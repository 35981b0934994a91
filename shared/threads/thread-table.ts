// The thread table as data. Row codes are stable identifiers: the database seed, the API and the fit
// rules refer to threads by code only, so never rename a code; add a new row instead.

import { MM_PER_IN } from '../units';

export type ThreadFamily = 'NPS' | 'NPT' | 'G' | 'R' | 'Rc' | 'Rp' | 'buttress' | 'other';

/** Which side of a joint a thread is cut on: a drum's bung is internal, a dip tube's plug external. */
export type ThreadSide = 'internal' | 'external';
export const THREAD_SIDES: readonly ThreadSide[] = ['internal', 'external'];

/**
 * The sides each family is made on. ISO 7-1 names the side in the family: R is external only, Rc and Rp
 * internal only [mem, ISO 7-1 clause 1]; G, NPT, NPS and buttress bungs are made both ways (common practice).
 */
export const FAMILY_SIDES: Record<ThreadFamily, readonly ThreadSide[]> = {
  NPS: THREAD_SIDES,
  NPT: THREAD_SIDES,
  G: THREAD_SIDES,
  R: ['external'],
  Rc: ['internal'],
  Rp: ['internal'],
  buttress: THREAD_SIDES,
  other: THREAD_SIDES,
};
export type ThreadForm = 'tapered' | 'parallel';

export interface ThreadSpecRow {
  /** Stable identifier, e.g. 'NPT-3/4', 'NPS-2', 'G-2', 'BT-56x4'. */
  code: string;
  family: ThreadFamily;
  /** How the trade writes the size, e.g. '3/4 in NPT', 'G 2', '56x4'. */
  nominalLabel: string;
  /** Major (crest) diameter. For NPT this is the pipe OD, i.e. the large end of the taper. */
  majorDiameterMm: number;
  pitchMm: number;
  threadsPerInch: number;
  /** Included angle between flanks. */
  flankAngleDeg: number;
  form: ThreadForm;
  /** Where the dimensions come from. */
  standard: string;
}

/** Nominal pipe sizes carried by the table, with the label fragment and the code fragment. */
interface PipeSize {
  label: string;
  codePart: string;
}

const SIZE_1_2: PipeSize = { label: '1/2', codePart: '1/2' };
const SIZE_3_4: PipeSize = { label: '3/4', codePart: '3/4' };
const SIZE_1: PipeSize = { label: '1', codePart: '1' };
// A space is awkward in an identifier, so 1 1/2 is written the way fittings catalogues do: 1-1/2.
const SIZE_1_1_2: PipeSize = { label: '1 1/2', codePart: '1-1/2' };
const SIZE_2: PipeSize = { label: '2', codePart: '2' };

// ASME B1.20.1 [pub]: pipe OD (in) and threads per inch for each nominal size.
const ASME_PIPE: Array<{ size: PipeSize; odIn: number; tpi: number }> = [
  { size: SIZE_1_2, odIn: 0.84, tpi: 14 },
  { size: SIZE_3_4, odIn: 1.05, tpi: 14 },
  { size: SIZE_1, odIn: 1.315, tpi: 11.5 },
  { size: SIZE_1_1_2, odIn: 1.9, tpi: 11.5 },
  { size: SIZE_2, odIn: 2.375, tpi: 11.5 },
];

// ISO 228-1 [pub]: threads per inch, pitch (mm, as published) and major diameter (mm).
const ISO_228: Array<{ size: PipeSize; tpi: number; pitchMm: number; majorMm: number }> = [
  { size: SIZE_1_2, tpi: 14, pitchMm: 1.814, majorMm: 20.955 },
  { size: SIZE_3_4, tpi: 14, pitchMm: 1.814, majorMm: 26.441 },
  { size: SIZE_1, tpi: 11, pitchMm: 2.309, majorMm: 33.249 },
  { size: SIZE_1_1_2, tpi: 11, pitchMm: 2.309, majorMm: 47.803 },
  { size: SIZE_2, tpi: 11, pitchMm: 2.309, majorMm: 59.614 },
];

/** The ASME B1.20.1 pipe sizes in one family: NPT tapered, NPS straight. */
const asmePipeRows = (family: 'NPT' | 'NPS', form: ThreadForm, standard: string): ThreadSpecRow[] =>
  ASME_PIPE.map(({ size, odIn, tpi }): ThreadSpecRow => ({
    code: `${family}-${size.codePart}`,
    family,
    nominalLabel: `${size.label} in ${family}`,
    majorDiameterMm: odIn * MM_PER_IN,
    pitchMm: MM_PER_IN / tpi,
    threadsPerInch: tpi,
    flankAngleDeg: 60,
    form,
    standard,
  }));

const NPT_ROWS = asmePipeRows('NPT', 'tapered', 'ASME B1.20.1');

// Straight pipe threads share the NPT form, pitch and OD of the same nominal size [mem]: which is
// exactly why NPS and NPT can only be told apart by checking for taper.
const NPS_ROWS = asmePipeRows('NPS', 'parallel', 'ASME B1.20.1 (straight pipe thread)');

const G_ROWS: ThreadSpecRow[] = ISO_228.map(({ size, tpi, pitchMm, majorMm }): ThreadSpecRow => ({
  code: `G-${size.codePart}`,
  family: 'G',
  nominalLabel: `G ${size.label}`,
  majorDiameterMm: majorMm,
  pitchMm,
  threadsPerInch: tpi,
  flankAngleDeg: 55,
  form: 'parallel',
  standard: 'ISO 228-1',
}));

// ISO 7-1 [mem, ../shared/REFERENCES.md "Threads, more"]: the 55 degree form, pitch and gauge-plane diameter of
// ISO 228-1 at each size, taper 1:16 on diameter (as NPT). R external taper, Rc internal taper, Rp internal
// parallel (mates with R). G and R differ by taper only; R and NPT by flank angle (55 against 60 degrees)
// and at 1 in and above by pitch (11 against 11.5 per inch).
const ISO_7_FAMILIES: Array<{ family: 'R' | 'Rc' | 'Rp'; form: ThreadForm; what: string }> = [
  { family: 'R', form: 'tapered', what: 'external taper' },
  { family: 'Rc', form: 'tapered', what: 'internal taper' },
  { family: 'Rp', form: 'parallel', what: 'internal parallel' },
];
const ISO_7_ROWS: ThreadSpecRow[] = ISO_7_FAMILIES.flatMap(({ family, form, what }) =>
  ISO_228.map(({ size, tpi, pitchMm, majorMm }): ThreadSpecRow => ({
    code: `${family}-${size.codePart}`,
    family,
    nominalLabel: `${family} ${size.label}`,
    majorDiameterMm: majorMm,
    pitchMm,
    threadsPerInch: tpi,
    flankAngleDeg: 55,
    form,
    standard: `ISO 7-1 (${what})`,
  })),
);

// Plastic-drum buttress bungs are named diameter x pitch in mm; no dimension standard was found, so
// only the name's two numbers are trusted. Buttress forms pair a near-square load flank with a sloped
// clearance flank; 45 deg is the clearance flank commonly quoted and is what a flank gauge will not
// mistake for 55 or 60 [mem].
const BUTTRESS_ROWS: ThreadSpecRow[] = [
  { majorMm: 56, pitchMm: 4 },
  { majorMm: 70, pitchMm: 6 },
].map(({ majorMm, pitchMm }): ThreadSpecRow => ({
  code: `BT-${majorMm}x${pitchMm}`,
  family: 'buttress',
  nominalLabel: `${majorMm}x${pitchMm} buttress`,
  majorDiameterMm: majorMm,
  pitchMm,
  threadsPerInch: MM_PER_IN / pitchMm,
  flankAngleDeg: 45,
  form: 'parallel',
  standard: 'no dimension standard found',
}));

// Frozen so no caller can edit the shared table in place.
export const THREAD_TABLE: readonly Readonly<ThreadSpecRow>[] = Object.freeze([...NPT_ROWS, ...NPS_ROWS, ...G_ROWS, ...ISO_7_ROWS, ...BUTTRESS_ROWS].map((row) => Object.freeze(row)));

export function findThreadSpec(code: string, table: readonly ThreadSpecRow[] = THREAD_TABLE): ThreadSpecRow | undefined {
  return table.find((row) => row.code === code);
}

* GOAL OF THE EXERCISE: For this exercise, repeat exactly the lines of the data above from the one with "const SIZE_1: PipeSize" down to the one with "0.84, tpi: 14", both end lines included.

* SOLUTION FOR THIS EXERCISE:
const SIZE_1: PipeSize = { label: '1', codePart: '1' };
// A space is awkward in an identifier, so 1 1/2 is written the way fittings catalogues do: 1-1/2.
const SIZE_1_1_2: PipeSize = { label: '1 1/2', codePart: '1-1/2' };
const SIZE_2: PipeSize = { label: '2', codePart: '2' };

// ASME B1.20.1 [pub]: pipe OD (in) and threads per inch for each nominal size.
const ASME_PIPE: Array<{ size: PipeSize; odIn: number; tpi: number }> = [
  { size: SIZE_1_2, odIn: 0.84, tpi: 14 },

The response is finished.